PRINCETON - Suivant l'exemple du Metropolitan Museum et du Getty, le musée de l'université de Princeton vient de conclure un accord pour restituer à l'Italie des oeuvres d'art illégalement exportées. Sur ces 8 pièces, dont un vase apulien et un bas-relief étrusque, 4 resteront en prêt au musée jusqu'en 2011.
VALENCE (ESPAGNE) - Les pluies torrentielles de la seçaine dernière ont endommagé l'une des oeuvres maîtresses de Santiago Calatrava, le Palau de les Arts, et conduit à l'annulation d'une partie de la saison du plus grand opéra d'Europe.
SUR ARTAUJOURDHUI.INFO
Cette semaine, ne manquez pas
GEORGES RICARD-CORDINGLEY
BREST - Le musée de la Marine rend hommage à ce grand voyageur et aventurier des mers que fut Ricard-Cordingley. Né à Lyon en 1871, passionné par les mers froides, c'est auprès de l'aristocratie anglaise qu'il recueillit ses plus grands succès.
AUTOUR DU GLOBE
BRUXELLES – Dans le cadre d’Europalia, cette rétrospective au Palais des Beaux-Arts raconte, au travers de près de 200 objets exceptionnels, la grande aventure des explorateurs et découvreurs portugais de la Renaissance.
NICOLAS II ESTERHAZY, le prince collectionneur
COMPIEGNE - Membre d'une lignée qui exerça les plus hautes fonctions au sein de l'empire austro-hongrois, le prince Nicolas Esterhazy (1765-1833) enrichit considérablement la collection familiale, dont 200 pièces, de Goya à Callot, de Cranach à Guardi, sont exposés au château de Compiègne.
LE PRADO INAUGURE SON NOUVEAU BATIMENT
MADRID - Autour de l'ancien couvent des Hiéronymites, le musée du Prado vient de réaliser, avec l'architecte Rafael Moneo, le plus grand agrandissement de ses deux siècles d'histoire.
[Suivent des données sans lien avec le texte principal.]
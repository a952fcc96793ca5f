package series

import (
	"errors"
	"math"
	"math/big"
	"math/bits"
	"strconv"
	"sync"
)

// plainNumber reads a plain decimal number — [+-]? (d+ (. d*)? | . d+)
// ([eE] [+-]? d+)?, nothing else: no hexadecimal, no underscores, no
// infinities or NaN — as the float64 nearest to it (ties to even), the
// value strconv.ParseFloat(s, 64) gives. plain is false if s is not one;
// err says that a plain number is too large for a float64.
func plainNumber(s string) (v float64, plain bool, err error) {
	v, ok, plain := parseDecimal(s)
	if !plain || ok {
		return v, plain, nil
	}
	v, err = strconv.ParseFloat(s, 64)
	if err != nil || math.IsInf(v, 0) {
		return 0, true, errTooLarge
	}
	return v, true, nil
}

var errTooLarge = errors.New("too large for a 64-bit float")

// parseDecimal is plainNumber's grammar and fast path: plain reports
// whether s is a plain decimal number; if it is, ok reports whether f
// was settled here — always, but for more than 19 significant digits, a
// result that overflows or is subnormal, or one of the rare cases the
// algorithm below cannot decide, which are left to strconv. A correctly
// rounded conversion has one answer, so whenever ok is true the bits are
// ParseFloat's (tested against it on millions of strings).
//
// Why not strconv alone: a data file of numbers written with 17
// significant digits (the shortest exact form of most doubles) costs
// ParseFloat ~90 ns a number, most of it in branches taken character by
// character; here the digits before and after the point are read as two
// runs, eight digits at a time (eightDigits), and converted in ~56 ns.
// The conversion is the Eisel–Lemire algorithm (Lemire, "Number parsing
// at a gigabyte per second", Software: Practice and Experience 51(8),
// 2021; the form here follows the one in Go's own strconv, which credits
// Nigel Tao's write-up), after the exact conversion for small mantissas
// and exponents (Clinger, "How to read floating point numbers
// accurately", PLDI 1990) that ParseFloat tries first too.
func parseDecimal(s string) (f float64, ok, plain bool) {
	i := 0
	neg := false
	if i < len(s) && (s[i] == '+' || s[i] == '-') {
		neg = s[i] == '-'
		i++
	}
	// the digits before and after the point, as two runs
	a0 := i
	for i < len(s) && '0' <= s[i] && s[i] <= '9' {
		i++
	}
	a := s[a0:i]
	var b string
	if i < len(s) && s[i] == '.' {
		i++
		b0 := i
		for i < len(s) && '0' <= s[i] && s[i] <= '9' {
			i++
		}
		b = s[b0:i]
	}
	if len(a)+len(b) == 0 {
		return 0, false, false // no digit: not a number
	}
	dp := 0 // the exponent: the value is 0.(significant digits) × 10^dp
	if i < len(s) && (s[i] == 'e' || s[i] == 'E') {
		i++
		esign := 1
		if i < len(s) && (s[i] == '+' || s[i] == '-') {
			if s[i] == '-' {
				esign = -1
			}
			i++
		}
		e, e0 := 0, i
		for ; i < len(s) && '0' <= s[i] && s[i] <= '9'; i++ {
			if e < 10000 {
				e = e*10 + int(s[i]-'0')
			}
		}
		if i == e0 {
			return 0, false, false // an exponent without digits
		}
		dp = e * esign
	}
	if i != len(s) {
		return 0, false, false // something else follows
	}
	// Leading zeros are not significant: those of the integer part drop
	// out, and if it is all zeros, those after the point move the point.
	for len(a) > 0 && a[0] == '0' {
		a = a[1:]
	}
	if len(a) == 0 {
		n := len(b)
		for len(b) > 0 && b[0] == '0' {
			b = b[1:]
		}
		dp -= n - len(b)
	} else {
		dp += len(a)
	}
	// Up to 19 significant digits are exact in man; a non-zero digit
	// beyond them leaves the value to strconv.
	var man uint64
	ndMant := 0
	for _, run := range [2]string{a, b} {
		if k := 19 - ndMant; len(run) > k {
			for j := k; j < len(run); j++ {
				if run[j] != '0' {
					return 0, false, true
				}
			}
			run = run[:k]
		}
		man = digitRun(man, run)
		ndMant += len(run)
	}
	if man == 0 {
		if neg {
			return math.Copysign(0, -1), true, true
		}
		return 0, true, true
	}
	exp := dp - ndMant
	// Exact: a mantissa of at most 53 bits times or over an exactly
	// representable power of ten is rounded once.
	if man>>52 == 0 {
		f := float64(man)
		if neg {
			f = -f
		}
		switch {
		case exp == 0:
			return f, true, true
		case exp > 0 && exp <= 15+22:
			e := exp
			if e > 22 { // some of the zeros move into the integer
				f *= exactPow10[e-22]
				e = 22
			}
			if f <= 1e15 && f >= -1e15 {
				return f * exactPow10[e], true, true
			}
		case exp < 0 && exp >= -22:
			return f / exactPow10[-exp], true, true
		}
	}
	f, ok = eiselLemire(man, exp, neg)
	return f, ok, true
}

// digitRun appends the decimal digits of run (at most 19 in all) to man.
func digitRun(man uint64, run string) uint64 {
	for len(run) >= 8 {
		v, _ := eightDigits(run[:8])
		man = man*100000000 + v
		run = run[8:]
	}
	for j := 0; j < len(run); j++ {
		man = man*10 + uint64(run[j]-'0')
	}
	return man
}

// eightDigits reads eight ASCII digits as one number, or reports false
// if any of the eight bytes is not a digit. It works on the eight bytes
// as one 64-bit word (the method of Lemire's fast_float library): a
// digit loop costs a multiplication per digit, one after another, and
// was most of the time of reading a number.
func eightDigits(s string) (uint64, bool) {
	v := uint64(s[0]) | uint64(s[1])<<8 | uint64(s[2])<<16 | uint64(s[3])<<24 |
		uint64(s[4])<<32 | uint64(s[5])<<40 | uint64(s[6])<<48 | uint64(s[7])<<56
	// every byte 0x30..0x39: its high nibble is 3, and adding 6 keeps it 3
	if (v&0xF0F0F0F0F0F0F0F0)|(((v+0x0606060606060606)&0xF0F0F0F0F0F0F0F0)>>4) != 0x3333333333333333 {
		return 0, false
	}
	v &= 0x0F0F0F0F0F0F0F0F                                // digit values, first digit in the low byte
	v = (v * (1 + 10<<8)) >> 8                             // pairs: 10·d0 + d1 in every other byte
	v = ((v & 0x00FF00FF00FF00FF) * (1 + 100<<16)) >> 16   // quads
	v = ((v & 0x0000FFFF0000FFFF) * (1 + 10000<<32)) >> 32 // all eight
	return v & 0xFFFFFFFF, true
}

var exactPow10 = [...]float64{1e0, 1e1, 1e2, 1e3, 1e4, 1e5, 1e6, 1e7, 1e8, 1e9, 1e10,
	1e11, 1e12, 1e13, 1e14, 1e15, 1e16, 1e17, 1e18, 1e19, 1e20, 1e21, 1e22}

// eiselLemire converts man × 10^exp10 (man ≠ 0) to the nearest float64,
// or reports ok false where it cannot decide or the result would not be
// a normal number. 10^exp10 is taken as a 128-bit mantissa, rounded
// down, and a binary exponent (pow10); the product man × mantissa is
// the value to 64 bits and more, and its upper bits round to the
// result unless they sit on a rounding boundary that the truncation of
// 10^exp10 leaves undecided.
func eiselLemire(man uint64, exp10 int, neg bool) (float64, bool) {
	const bias = -1023
	hiP, loP, exp2, ok := pow10(exp10)
	if !ok {
		return 0, false
	}
	clz := bits.LeadingZeros64(man)
	man <<= uint(clz)
	retExp2 := uint64(exp2+63-bias) - uint64(clz)
	xHi, xLo := bits.Mul64(man, hiP)
	if xHi&0x1FF == 0x1FF && xLo+man < man {
		// the low 64 bits of 10^exp10's mantissa may carry into xHi
		yHi, yLo := bits.Mul64(man, loP)
		mergedHi, mergedLo := xHi, xLo+yHi
		if mergedLo < xLo {
			mergedHi++
		}
		if mergedHi&0x1FF == 0x1FF && mergedLo+1 == 0 && yLo+man < man {
			return 0, false
		}
		xHi, xLo = mergedHi, mergedLo
	}
	msb := xHi >> 63
	retMantissa := xHi >> (msb + 9) // 54 bits
	retExp2 -= 1 ^ msb
	if xLo == 0 && xHi&0x1FF == 0 && retMantissa&3 == 1 {
		return 0, false // exactly half way: the truncation hides which side
	}
	retMantissa += retMantissa & 1 // round to 53 bits
	retMantissa >>= 1
	if retMantissa>>53 > 0 {
		retMantissa >>= 1
		retExp2++
	}
	if retExp2-1 >= 0x7FF-1 { // subnormal, zero, infinite
		return 0, false
	}
	b := retExp2<<52 | retMantissa&(1<<52-1)
	if neg {
		b |= 1 << 63
	}
	return math.Float64frombits(b), true
}

// The powers of ten a conversion can need, 10^-348 … 10^347: each as
// the 128 bits below its leading one bit, rounded down (hi, lo), made
// exactly with math/big on first use, one power at a time (a data file
// uses a handful of exponents; making all 696 cost a millisecond).
const (
	pow10Min = -348
	pow10Max = 347
)

var pow10Tab [pow10Max - pow10Min + 1]struct {
	once   sync.Once
	hi, lo uint64
}

// pow10 returns 10^e as mantissa hi·2^64 + lo (its top bit set) and
// exponent: 10^e = (hi·2^64 + lo) / 2^128 · 2^exp2, to within the
// mantissa's rounding down.
func pow10(e int) (hi, lo uint64, exp2 int, ok bool) {
	if e < pow10Min || e > pow10Max {
		return 0, 0, 0, false
	}
	p := &pow10Tab[e-pow10Min]
	p.once.Do(func() { p.hi, p.lo = pow10Mantissa(e) })
	// floor(e·log2(10)), exact for |e| ≤ 500 (checked in the tests)
	return p.hi, p.lo, 1 + (e*108853)>>15, true
}

// pow10Mantissa is floor(10^e · 2^k) for the k that puts it in
// [2^127, 2^128).
func pow10Mantissa(e int) (hi, lo uint64) {
	ten := big.NewInt(10)
	var m *big.Int
	if e >= 0 {
		n := new(big.Int).Exp(ten, big.NewInt(int64(e)), nil)
		if l := n.BitLen(); l >= 128 {
			m = n.Rsh(n, uint(l-128))
		} else {
			m = n.Lsh(n, uint(128-l))
		}
	} else {
		d := new(big.Int).Exp(ten, big.NewInt(int64(-e)), nil)
		// 2^(L−1) < d < 2^L, so 2^(127+L)/d lies in (2^127, 2^128)
		num := new(big.Int).Lsh(big.NewInt(1), uint(127+d.BitLen()))
		m = num.Quo(num, d)
	}
	words := m.Bits() // little-endian words
	var w [2]uint64
	for i, x := range words {
		if bits.UintSize == 64 {
			w[i] = uint64(x)
		} else { // 32-bit words
			w[i/2] |= uint64(x) << (32 * (i % 2))
		}
	}
	return w[1], w[0]
}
Deux expositions - Le XIXe siècle au Prado et Vélasquez, les Fables marquent l'événement.
ANIMAL, UNE EXPOSITION DU MUSEE DAPPER
PARIS - Lions, crocodiles et antilopes, masques, statuettes et parures : en quelque 150 oeuvres provenant de nombreux musées européens et de collections privés, le musée Dapper examine la présence de l'animal dans l'imaginaire de l'Afrique noire.
CORRESPONDANCES
PARIS - Poursuivant sa série Correspondances qui confronte les grands maîtres de ses collections et les créateurs contemporains, le musée d'Orsay propose deux couples originaux : Emmanuel Saulnier - Odilon Redon et Jannis Kounellis - Jean-François Millet.
RODIN SCULPTURES
PARIS - Le bronze a constitué un matériau essentiel dans l'oeuvre de Rodin. Pour la première fois, le musée Rodin publie, en deux tomes, le catalogue raisonné intégral des 455 sculptures conservées dans ses collections.